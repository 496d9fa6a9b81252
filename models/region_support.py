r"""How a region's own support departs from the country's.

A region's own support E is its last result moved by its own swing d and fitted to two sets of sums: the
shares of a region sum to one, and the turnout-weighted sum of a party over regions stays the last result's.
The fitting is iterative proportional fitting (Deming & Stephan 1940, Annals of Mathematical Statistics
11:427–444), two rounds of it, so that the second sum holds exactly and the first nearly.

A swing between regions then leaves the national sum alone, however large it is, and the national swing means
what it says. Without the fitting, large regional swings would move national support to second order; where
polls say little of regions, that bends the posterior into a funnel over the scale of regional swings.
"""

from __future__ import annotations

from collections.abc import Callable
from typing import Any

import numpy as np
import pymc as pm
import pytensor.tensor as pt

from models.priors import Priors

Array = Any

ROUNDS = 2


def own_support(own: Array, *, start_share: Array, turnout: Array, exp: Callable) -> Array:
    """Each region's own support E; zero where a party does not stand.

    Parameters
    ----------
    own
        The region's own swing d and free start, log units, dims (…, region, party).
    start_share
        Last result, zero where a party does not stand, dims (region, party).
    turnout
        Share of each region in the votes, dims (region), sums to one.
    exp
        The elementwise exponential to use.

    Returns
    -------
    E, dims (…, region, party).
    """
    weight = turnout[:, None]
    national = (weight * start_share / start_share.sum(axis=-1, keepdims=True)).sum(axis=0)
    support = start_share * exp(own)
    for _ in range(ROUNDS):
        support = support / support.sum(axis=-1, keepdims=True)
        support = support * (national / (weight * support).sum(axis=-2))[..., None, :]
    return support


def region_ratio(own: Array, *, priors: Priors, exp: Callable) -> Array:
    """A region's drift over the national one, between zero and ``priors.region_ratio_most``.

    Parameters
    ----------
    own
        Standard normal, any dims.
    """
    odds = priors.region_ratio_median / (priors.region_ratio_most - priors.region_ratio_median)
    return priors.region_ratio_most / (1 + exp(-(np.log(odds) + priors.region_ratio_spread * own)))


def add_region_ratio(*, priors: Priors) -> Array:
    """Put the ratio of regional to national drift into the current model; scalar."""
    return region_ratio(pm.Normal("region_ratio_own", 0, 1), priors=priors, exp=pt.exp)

EXERCISE DETAILS:
The answer consists of the lines above that include the word "second", each copied exactly.

REPLY TO THE TASK:
11:427–444), two rounds of it, so that the second sum holds exactly and the first nearly.
what it says. Without the fitting, large regional swings would move national support to second order; where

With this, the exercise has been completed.